Inhaltlich verbindet der Roman mehrere Themen stimmig miteinander: Freundschaft, Abschied, Neuanfang und der Umgang mit Veränderungen werden ebenso aufgegriffen wie eine leicht erkennbare gesellschaftskritische Perspektive auf den Braunkohleabbau. Diese Aspekte sind sinnvoll in die Handlung integriert, ohne dass der Eindruck entsteht, in Form von moralisierenden Erläuterungen die Leser*innen zu belehren. Ohnehin ist ein großer Pluspunkt des Romans, dass die einzelnen Facetten sehr stimmig kombiniert werden, gerade auch die Mischung aus Spannung, Innerlichkeit, Grusel und Humor, die genau auf die anvisierte Altersgruppe zugeschnitten ist.

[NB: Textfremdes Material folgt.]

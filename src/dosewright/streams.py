"""The stream table, the stage reports and the closure of a one-trial run, as plain named data."""

from __future__ import annotations

from collections.abc import Mapping, Sequence
from dataclasses import dataclass

import numpy as np
from numpy.typing import NDArray

from dosewright.chemistry.activity import LN10, WATER_KG_PER_MOL
from dosewright.equilibrium import certify
from dosewright.plant import PlantModel, Run, Stream

Array = NDArray[np.float64]


@dataclass(frozen=True)
class StreamRow:
    """One stream of the stream table.

    ``dissolved_mg_per_L`` and ``total_mol_per_h`` by component (as its own formula),
    ``solids_kg_per_h`` by solid; ``dry_solids_kg_per_h`` counts leftovers and inert matter too.
    """

    number: int
    name: str
    kind: str
    liquor_m3_per_h: float
    water_kg_per_h: float
    pH: float | None
    dry_solids_kg_per_h: float
    dissolved_mg_per_L: dict[str, float]
    total_mol_per_h: dict[str, float]
    solids_kg_per_h: dict[str, float]


@dataclass(frozen=True)
class StageReport:
    """What one stage does: doses in, pH, solids, what its cake holds, what could still form."""

    number: int
    destination: str
    oxidant: str | None
    pH: float
    ionic_strength_mol_per_kg: float
    doses_kg_per_h: dict[str, float]
    doses_kg_per_m3: dict[str, float]
    oxidant_kg_per_h: float
    oxidised_mol_per_h: float
    vented_mol_per_h: dict[str, float]
    heat_K: float
    solids_kg_per_h: dict[str, float]
    cake_dry_kg_per_h: float
    cake_wet_kg_per_h: float
    cake_percent_dry: dict[str, float]
    saturation_log10: dict[str, float]
    certificate: dict[str, float]


def _named(names: Sequence[str], values: Array) -> dict[str, float]:
    return {n: float(v) for n, v in zip(names, values, strict=True) if v != 0.0}


def _row(
    model: PlantModel,
    stream: Stream,
    solvent: float,
    *,
    number: int,
    name: str,
    kind: str,
    pH: float | None,
) -> StreamRow:
    system = model.system
    ks = system.solids_count
    litres = float(model.volume_L_per_h(stream, np.array([solvent]))[0])
    totals = stream.totals[0]
    grams = totals * model.component_g_per_mol
    solids_kg = stream.solids[0] * model.solid_g_per_mol / 1000.0
    left = float((stream.unreacted @ model.reagent_g_per_mol)[0]) / 1000.0
    everything = (
        totals + stream.solids[0] @ system.A[:ks] + (stream.unreacted @ model.reagent_components)[0]
    )
    mg_per_L = grams * 1000.0 / litres if litres > 0.0 else np.zeros_like(grams)
    return StreamRow(
        number=number,
        name=name,
        kind=kind,
        liquor_m3_per_h=litres / 1000.0,
        water_kg_per_h=solvent,
        pH=pH,
        dry_solids_kg_per_h=float(solids_kg.sum()) + left + float(stream.inert[0]),
        dissolved_mg_per_L=_named(system.components, mg_per_L),
        total_mol_per_h=_named(system.components, everything),
        solids_kg_per_h=_named(system.solids, solids_kg),
    )


def stream_table(run: Run, destinations: Sequence[str]) -> list[StreamRow]:
    """Rows for every edge of the train graph, in the order of their numbers."""
    model = run.model
    graph = model.graph(len(run.stages))
    feed_solvent = float(model.feed.water[0])
    states = model.feed_states
    feed_solvent /= 1.0 / WATER_KG_PER_MOL + float((states.molality @ model.system.nu_water)[0])
    rows = []
    for start, end, data in sorted(graph.edges(data=True), key=lambda e: e[2]["stream"]):
        stage = max(graph.nodes[start]["stage"], 1) - 1
        kind, number = data["kind"], data["stream"]
        if start == "feed":
            rows.append(
                _row(
                    model,
                    model.feed,
                    feed_solvent,
                    number=number,
                    name="feed",
                    kind=kind,
                    pH=float(states.pH[0]),
                )
            )
            continue
        this = run.stages[stage]
        pH = float(this.states.pH[0])
        whole, wet = float(this.solvent_kg_per_h[0]), float(this.cake_solvent_kg_per_h[0])
        stream, solvent, name = {
            "pulp": (this.pulp, whole, f"pulp {stage + 1}"),
            "cake": (this.cake, wet, f"cake {stage + 1}, {destinations[stage]}"),
            "liquor": (
                this.overflow,
                whole - wet,
                "effluent" if end == "effluent" else f"overflow {stage + 1}",
            ),
        }[kind]
        rows.append(_row(model, stream, solvent, number=number, name=name, kind=kind, pH=pH))
    return rows


@dataclass(frozen=True, eq=False)
class CakeFigures:
    """Masses of one cake, (N,) kg/h unless said otherwise."""

    element_kg: Mapping[str, Array]
    family_kg: Mapping[str, Array]
    dry_kg: Array
    wet_kg: Array


def label_kg_per_h(model: PlantModel, label: str, component_mol: Array) -> Array:
    """Kilograms per hour of what ``label`` names, from mol/h of components (N, nc)."""
    spec = model.flowsheet.label(label)
    weights = np.array([spec.components.get(c, 0.0) for c in model.system.components])
    return np.asarray(component_mol @ weights) * spec.g_per_mol / 1000.0


def cake_figures(model: PlantModel, cake: Stream, solvent: Array) -> CakeFigures:
    """Weigh a cake: its solids, its leftovers and the salts its moisture leaves on drying."""
    ks = model.system.solids_count
    solids_kg = cake.solids @ model.solid_g_per_mol / 1000.0
    leftover_kg = (cake.unreacted + cake.idle) @ model.reagent_g_per_mol / 1000.0
    salts_kg = cake.totals @ model.component_g_per_mol / 1000.0
    dry = solids_kg + leftover_kg + salts_kg + cake.inert
    components = (
        cake.solids @ model.system.A[:ks] + cake.totals + cake.unreacted @ model.reagent_components
    )
    labels = {m for p in model.flowsheet.products for m in (*p.metals, *p.max_impurity)}
    kg = {label: label_kg_per_h(model, label, components) for label in labels}
    families = {f for p in model.flowsheet.products for f in p.min_family}
    each = cake.solids * model.solid_g_per_mol / 1000.0
    of_family = {f: each @ model.in_family(f) for f in families}
    return CakeFigures(kg, of_family, dry, dry + solvent)


def stage_reports(run: Run, destinations: Sequence[str]) -> list[StageReport]:
    """One report per stage."""
    model = run.model
    flowsheet = model.flowsheet
    system = model.system
    reagents, oxidants = list(flowsheet.reagents), list(flowsheet.oxidants)
    out = []
    for k, stage in enumerate(run.stages):
        dose = stage.dose_kg_per_h[0]
        on = stage.oxidant_kg_per_h[0] + stage.oxidant_m3_per_h[0]
        figures = cake_figures(model, stage.cake, stage.cake_solvent_kg_per_h)
        dry = float(figures.dry_kg[0])
        composition = _cake_composition(model, stage.cake, dry)
        out.append(
            StageReport(
                number=k + 1,
                destination=destinations[k],
                oxidant=next((oxidants[o] for o in np.flatnonzero(on > 0.0)), None),
                pH=float(stage.states.pH[0]),
                ionic_strength_mol_per_kg=float(stage.states.ionic_strength[0]),
                doses_kg_per_h=_named(reagents, dose),
                doses_kg_per_m3=_named(reagents, dose / flowsheet.feed.flow_m3_per_h),
                oxidant_kg_per_h=float(stage.oxidant_kg_per_h[0].sum()),
                oxidised_mol_per_h=float(stage.oxidised_mol_per_h[0]),
                vented_mol_per_h=_named(system.gases, stage.vented_mol_per_h[0]),
                heat_K=float(stage.heat_K[0]),
                solids_kg_per_h=_named(
                    system.solids, stage.cake.solids[0] * model.solid_g_per_mol / 1000.0
                ),
                cake_dry_kg_per_h=dry,
                cake_wet_kg_per_h=float(figures.wet_kg[0]),
                cake_percent_dry=composition,
                saturation_log10=saturation_log10(run, k),
                certificate=certificate_of(run, k),
            )
        )
    return out


def _cake_composition(model: PlantModel, cake: Stream, dry_kg: float) -> dict[str, float]:
    """Mass per cent, dry, of every component in the cake as its own formula."""
    if dry_kg <= 0.0:
        return {}
    ks = model.system.solids_count
    mol = (
        cake.solids[0] @ model.system.A[:ks]
        + cake.totals[0]
        + (cake.unreacted @ model.reagent_components)[0]
    )
    percent = mol * model.component_g_per_mol / 10.0 / dry_kg
    return _named(model.system.components, np.where(abs(percent) < 1e-12, 0.0, percent))


def balance_of(run: Run) -> dict[str, float]:
    """Relative closure over the whole train, by component and for water and charge.

    (in - out) / in, where in is the feed and everything bought, out the cakes, the effluent and the
    gas. Iron's two states are taken together, and the protons with the water.
    """
    model = run.model
    system = model.system
    ks = system.solids_count
    A, A_gas = system.A[:ks], system.A[ks:]
    rates = model.reagent_rates
    entering = model.feed.totals[0].copy()
    water_in = float(model.feed.water[0])
    leaving = run.effluent.totals[0] + run.effluent.solids[0] @ A
    water_out = float(run.effluent.water[0] + run.effluent.solids[0] @ system.A_water[:ks])
    left = run.effluent.unreacted[0] + run.effluent.idle[0]
    h = system.components.index("H+")
    for stage in run.stages:
        dose = stage.dose_kg_per_h[0]
        entering += (dose * rates[:, 0]) @ model.reagent_components
        water_in += float(dose @ rates[:, 4])
        water_in += _oxidant_water(run, stage.oxidant_kg_per_h[0], stage.oxidised_mol_per_h[0])
        entering[h] -= float(stage.oxidised_mol_per_h[0])
        left = left + stage.cake.unreacted[0] + stage.cake.idle[0]
        leaving += stage.cake.totals[0] + stage.cake.solids[0] @ A
        leaving += stage.vented_mol_per_h[0] @ A_gas
        water_out += float(stage.cake.water[0] + stage.cake.solids[0] @ system.A_water[:ks])
        water_out += float(stage.vented_mol_per_h[0] @ system.A_water[ks:])
    bought_left = sum(s.dose_kg_per_h[0] @ (rates[:, 1] + rates[:, 2]) for s in run.stages)
    out: dict[str, float] = {}
    gap = entering - leaving
    names = list(system.components)
    if "Fe+2" in names and "Fe+3" in names:
        a, b = names.index("Fe+2"), names.index("Fe+3")
        total_in = entering[a] + entering[b]
        out["Fe"] = float((gap[a] + gap[b]) / total_in) if total_in else 0.0
    for j, name in enumerate(names):
        if name in {"Fe+2", "Fe+3", "H+"} or entering[j] == 0.0:
            continue
        out[name] = float(gap[j] / entering[j])
    protons = abs(entering[h]) + abs(leaving[h])
    out["H+"] = float(gap[h] / protons) if protons else 0.0
    out["water"] = (water_in - water_out) / water_in
    charge = model.system.component_charge
    iron = float(sum(s.oxidised_mol_per_h[0] for s in run.stages))
    out["charge"] = float((gap @ charge + iron) / (abs(entering) @ abs(charge)))
    if bought_left:
        out["unreacted reagent"] = float((bought_left - left.sum()) / bought_left)
    return out


def _oxidant_water(run: Run, kg: Array, oxidised: float) -> float:
    """Mol/h of water that comes with the oxidants and from what they do."""
    total = 0.0
    agents = list(run.model.flowsheet.oxidants.values())
    dosed = False
    for o, agent in enumerate(agents):
        if agent.formula is None or kg[o] <= 0.0:
            continue
        dosed = True
        active = kg[o] * agent.strength * 1000.0 / agent.molar_mass_g_per_mol
        used = active * agent.utilisation
        total += oxidised + (active - used)
        total += kg[o] * (1.0 - agent.strength) / WATER_KG_PER_MOL
    if not dosed:
        total += 0.5 * oxidised
    return total


def certificate_of(run: Run, stage: int) -> dict[str, float]:
    """Certificate figures of one vessel of a one-trial run, from its own outflows."""
    this = run.stages[stage]
    system = run.model.system
    ks = system.solids_count
    given = (
        this.pulp.totals + this.pulp.solids @ system.A[:ks] + this.vented_mol_per_h @ system.A[ks:]
    ) / this.solvent_kg_per_h[:, None]
    figures = certify(this.states, given, run.model.enabled, ln_pressure=run.model.ln_pressure)
    return {
        "balance_residual": float(figures.balance_residual[0]),
        "mass_action_residual_ln": float(figures.mass_action_residual_ln[0]),
        "charge_residual_eq_per_kg": float(figures.charge_residual_eq_per_kg[0]),
        "present_gap_log10": float(figures.present_gap_log10[0]),
        "supersaturation_log10": float(max(figures.supersaturation_log10[0], -300.0)),
    }


def saturation_log10(run: Run, stage: int) -> dict[str, float]:
    """log10(Q/K) of every solid that the stage's components could form."""
    system = run.model.system
    values = run.stages[stage].states.ln_saturation()[0] / LN10
    return {
        name: float(v)
        for name, v in zip(system.solids, values[: system.solids_count], strict=True)
        if np.isfinite(v)
    }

Sprachlich ist das Buch insgesamt gut zugänglich und altersgerecht gestaltet. Die klare Struktur und die überschaubare Länge von 176 Seiten unterstützen die Lesbarkeit, besonders für Leser*innen an der unteren Grenze der Altersgruppe 10+. Auch die äußere Gestaltung überzeugt: Das Cover weckt Interesse und greift zentrale Aspekte der Geschichte auf, gerade die Gruselmomente und das räumliche Setting.
Bodhi, Joe und ein Dorf voller Geister ist insgesamt ein gelungener Kinderroman, der eine spannende Gruselgeschichte geschickt mit Humor und nachdenklichen Momenten verbindet.
Der Roman eignet sich besonders gut für Leser*innen im Alter von 10 bis 12 Jahren, da er eine spannende und zugleich gut zugängliche Geschichte bietet. Die klare, chronologische Erzählweise sowie das überschaubare Figurenarsenal erleichtern das Textverständnis und unterstützen auch weniger geübte Leser*innen beim Einstieg.
Zudem bietet der Text inhaltliche Anknüpfungspunkte für Gespräche und weiterführende Reflexionen, etwa zu den Themen Heimatverlust, Abschied und Umgang mit Veränderungen. Ebenso kann die Verbindung von realistischen und fantastischen Elementen dazu anregen, über unterschiedliche Erzählebenen nachzudenken.
Damit eignet sich der Roman sowohl für die individuelle Lektüre als auch für den Einsatz im Unterricht oder in der Leseförderung, insbesondere im Hinblick auf die Förderung von Lesefreude und Textverständnis.